**YOUR ASSIGNMENT**:
Please copy out each entry, word for word.

**DATA SECTION**:
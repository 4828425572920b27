"""Writing the shortlist and the brief to files: atomic, never onto an input file.

Every write goes to a temporary file in the target's folder and is moved into place with
os.replace, so a crash never leaves half a file and an existing file is either the old one
or the new one.
"""

from __future__ import annotations

import csv
import io
import json
import math
import os
import tempfile
from collections.abc import Iterable, Mapping, Sequence
from pathlib import Path

import yaml

FORMULA_STARTS = ("=", "+", "-", "@", "\t", "\r")
"""Cell starts a spreadsheet treats as a formula (OWASP "CSV injection" guidance)."""


class ExportError(ValueError):
    """The file cannot be written (one-line message naming the path)."""


def formula_safe(value: object) -> object:
    """A CSV cell that a spreadsheet will not run: text starting like a formula gets a `'`.

    Numbers stay numbers (a negative resistance is written as -312.5, not as text).
    """
    if isinstance(value, bool) or value is None:
        return "" if value is None else str(value).lower()
    if isinstance(value, int | float):
        return "" if isinstance(value, float) and not math.isfinite(value) else value
    text = value if isinstance(value, str) else str(value)
    return "'" + text if text.startswith(FORMULA_STARTS) else text


def _cell(value: object) -> object:
    if isinstance(value, list | tuple):
        return "; ".join(str(v) for v in value)
    if isinstance(value, Mapping):
        return json.dumps(value, default=str)
    return value


def _columns(rows: Sequence[Mapping[str, object]]) -> list[str]:
    columns: dict[str, None] = {}
    for row in rows:
        for key in row:
            columns.setdefault(key, None)
    return list(columns)


def csv_text(rows: Sequence[Mapping[str, object]]) -> str:
    """Rows as CSV, every cell formula-safe; nested values flattened to text."""
    buffer = io.StringIO()
    columns = _columns(rows)
    writer = csv.writer(buffer, lineterminator="\n")
    writer.writerow([formula_safe(c) for c in columns])
    for row in rows:
        writer.writerow([formula_safe(_cell(row.get(c))) for c in columns])
    return buffer.getvalue()


def _json_ready(value: object) -> object:
    if isinstance(value, float) and not math.isfinite(value):
        return None
    if isinstance(value, Mapping):
        return {str(k): _json_ready(v) for k, v in value.items()}
    if isinstance(value, list | tuple):
        return [_json_ready(v) for v in value]
    if hasattr(value, "item"):  # numpy scalars
        return _json_ready(value.item())
    return value


def json_text(rows: Sequence[Mapping[str, object]]) -> str:
    """Rows as a JSON list (NaN and infinities become null, as JSON has neither)."""
    return json.dumps([_json_ready(dict(r)) for r in rows], indent=2, ensure_ascii=False) + "\n"


def _markdown_cell(value: object) -> str:
    if isinstance(value, float):
        return "" if not math.isfinite(value) else f"{value:.6g}"
    return str(_cell(value)).replace("|", "\\|").replace("\n", " ")


def markdown_text(
    rows: Sequence[Mapping[str, object]], columns: Sequence[str] | None = None, title: str = ""
) -> str:
    """Rows as a Markdown table (pipes escaped)."""
    chosen = list(columns) if columns else _columns(rows)
    lines = [f"# {title}", ""] if title else []
    lines.append("| " + " | ".join(chosen) + " |")
    lines.append("|" + "|".join("---" for _ in chosen) + "|")
    for row in rows:
        lines.append("| " + " | ".join(_markdown_cell(row.get(c)) for c in chosen) + " |")
    return "\n".join(lines) + "\n"


def check_target(path: Path, inputs: Iterable[Path]) -> Path:
    """The resolved target, or ExportError when it is an input file or a folder."""
    target = path.expanduser()
    resolved = target.resolve()
    for source in inputs:
        source_path = Path(source).expanduser().resolve()
        if resolved == source_path or (
            source_path.is_dir()
            and resolved.parent == source_path
            and resolved.suffix.lower() in (".csv", ".yaml", ".yml")
        ):
            raise ExportError(f"{target}: refusing to write onto an input file")
    if target.is_dir():
        raise ExportError(f"{target}: is a folder, give a file name")
    if not target.parent.exists():
        raise ExportError(f"{target}: folder {target.parent} does not exist")
    return target


def write_atomic(path: Path, text: str, inputs: Iterable[Path] = ()) -> Path:
    """Write `text` to `path` through a temporary file and os.replace; returns the path."""
    target = check_target(path, inputs)
    descriptor, temporary = tempfile.mkstemp(
        prefix=f".{target.name}.", suffix=".tmp", dir=target.parent
    )
    try:
        with os.fdopen(descriptor, "w", encoding="utf-8", newline="") as handle:
            handle.write(text)
            handle.flush()
            os.fsync(handle.fileno())
        os.replace(temporary, target)
    except OSError as error:
        Path(temporary).unlink(missing_ok=True)
        raise ExportError(f"{target}: {error.strerror or error}") from error
    except BaseException:
        Path(temporary).unlink(missing_ok=True)
        raise
    return target


def export_text(
    rows: Sequence[Mapping[str, object]],
    format_name: str,
    title: str = "",
    markdown_columns: Sequence[str] | None = None,
) -> str:
    """The shortlist in one of the export formats ("csv", "json", "markdown")."""
    if format_name == "csv":
        return csv_text(rows)
    if format_name == "json":
        return json_text(rows)
    if format_name == "markdown":
        return markdown_text(rows, markdown_columns, title)
    raise ExportError(f"unknown export format '{format_name}' (csv, json, markdown)")


def brief_yaml(data: Mapping[str, object]) -> str:
    """The brief mapping as YAML, keys in the order shown on screen."""
    return yaml.safe_dump(_json_ready(dict(data)), sort_keys=False, allow_unicode=True)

**ANSWER**:
repository 4828425572920b27
"""Writing the shortlist and the brief to files: atomic, never onto an input file.

Every write goes to a temporary file in the target's folder and is moved into place with
os.replace, so a crash never leaves half a file and an existing file is either the old one
or the new one.
"""

from __future__ import annotations

import csv
import io
import json
import math
import os
import tempfile
from collections.abc import Iterable, Mapping, Sequence
from pathlib import Path

import yaml

FORMULA_STARTS = ("=", "+", "-", "@", "\t", "\r")
"""Cell starts a spreadsheet treats as a formula (OWASP "CSV injection" guidance)."""


class ExportError(ValueError):
    """The file cannot be written (one-line message naming the path)."""


def formula_safe(value: object) -> object:
    """A CSV cell that a spreadsheet will not run: text starting like a formula gets a `'`.

    Numbers stay numbers (a negative resistance is written as -312.5, not as text).
    """
    if isinstance(value, bool) or value is None:
        return "" if value is None else str(value).lower()
    if isinstance(value, int | float):
        return "" if isinstance(value, float) and not math.isfinite(value) else value
    text = value if isinstance(value, str) else str(value)
    return "'" + text if text.startswith(FORMULA_STARTS) else text


def _cell(value: object) -> object:
    if isinstance(value, list | tuple):
        return "; ".join(str(v) for v in value)
    if isinstance(value, Mapping):
        return json.dumps(value, default=str)
    return value


def _columns(rows: Sequence[Mapping[str, object]]) -> list[str]:
    columns: dict[str, None] = {}
    for row in rows:
        for key in row:
            columns.setdefault(key, None)
    return list(columns)


def csv_text(rows: Sequence[Mapping[str, object]]) -> str:
    """Rows as CSV, every cell formula-safe; nested values flattened to text."""
    buffer = io.StringIO()
    columns = _columns(rows)
    writer = csv.writer(buffer, lineterminator="\n")
    writer.writerow([formula_safe(c) for c in columns])
    for row in rows:
        writer.writerow([formula_safe(_cell(row.get(c))) for c in columns])
    return buffer.getvalue()


def _json_ready(value: object) -> object:
    if isinstance(value, float) and not math.isfinite(value):
        return None
    if isinstance(value, Mapping):
        return {str(k): _json_ready(v) for k, v in value.items()}
    if isinstance(value, list | tuple):
        return [_json_ready(v) for v in value]
    if hasattr(value, "item"):  # numpy scalars
        return _json_ready(value.item())
    return value


def json_text(rows: Sequence[Mapping[str, object]]) -> str:
    """Rows as a JSON list (NaN and infinities become null, as JSON has neither)."""
    return json.dumps([_json_ready(dict(r)) for r in rows], indent=2, ensure_ascii=False) + "\n"


def _markdown_cell(value: object) -> str:
    if isinstance(value, float):
        return "" if not math.isfinite(value) else f"{value:.6g}"
    return str(_cell(value)).replace("|", "\\|").replace("\n", " ")


def markdown_text(
    rows: Sequence[Mapping[str, object]], columns: Sequence[str] | None = None, title: str = ""
) -> str:
    """Rows as a Markdown table (pipes escaped)."""
    chosen = list(columns) if columns else _columns(rows)
    lines = [f"# {title}", ""] if title else []
    lines.append("| " + " | ".join(chosen) + " |")
    lines.append("|" + "|".join("---" for _ in chosen) + "|")
    for row in rows:
        lines.append("| " + " | ".join(_markdown_cell(row.get(c)) for c in chosen) + " |")
    return "\n".join(lines) + "\n"


def check_target(path: Path, inputs: Iterable[Path]) -> Path:
    """The resolved target, or ExportError when it is an input file or a folder."""
    target = path.expanduser()
    resolved = target.resolve()
    for source in inputs:
        source_path = Path(source).expanduser().resolve()
        if resolved == source_path or (
            source_path.is_dir()
            and resolved.parent == source_path
            and resolved.suffix.lower() in (".csv", ".yaml", ".yml")
        ):
            raise ExportError(f"{target}: refusing to write onto an input file")
    if target.is_dir():
        raise ExportError(f"{target}: is a folder, give a file name")
    if not target.parent.exists():
        raise ExportError(f"{target}: folder {target.parent} does not exist")
    return target


def write_atomic(path: Path, text: str, inputs: Iterable[Path] = ()) -> Path:
    """Write `text` to `path` through a temporary file and os.replace; returns the path."""
    target = check_target(path, inputs)
    descriptor, temporary = tempfile.mkstemp(
        prefix=f".{target.name}.", suffix=".tmp", dir=target.parent
    )
    try:
        with os.fdopen(descriptor, "w", encoding="utf-8", newline="") as handle:
            handle.write(text)
            handle.flush()
            os.fsync(handle.fileno())
        os.replace(temporary, target)
    except OSError as error:
        Path(temporary).unlink(missing_ok=True)
        raise ExportError(f"{target}: {error.strerror or error}") from error
    except BaseException:
        Path(temporary).unlink(missing_ok=True)
        raise
    return target


def export_text(
    rows: Sequence[Mapping[str, object]],
    format_name: str,
    title: str = "",
    markdown_columns: Sequence[str] | None = None,
) -> str:
    """The shortlist in one of the export formats ("csv", "json", "markdown")."""
    if format_name == "csv":
        return csv_text(rows)
    if format_name == "json":
        return json_text(rows)
    if format_name == "markdown":
        return markdown_text(rows, markdown_columns, title)
    raise ExportError(f"unknown export format '{format_name}' (csv, json, markdown)")


def brief_yaml(data: Mapping[str, object]) -> str:
    """The brief mapping as YAML, keys in the order shown on screen."""
    return yaml.safe_dump(_json_ready(dict(data)), sort_keys=False, allow_unicode=True)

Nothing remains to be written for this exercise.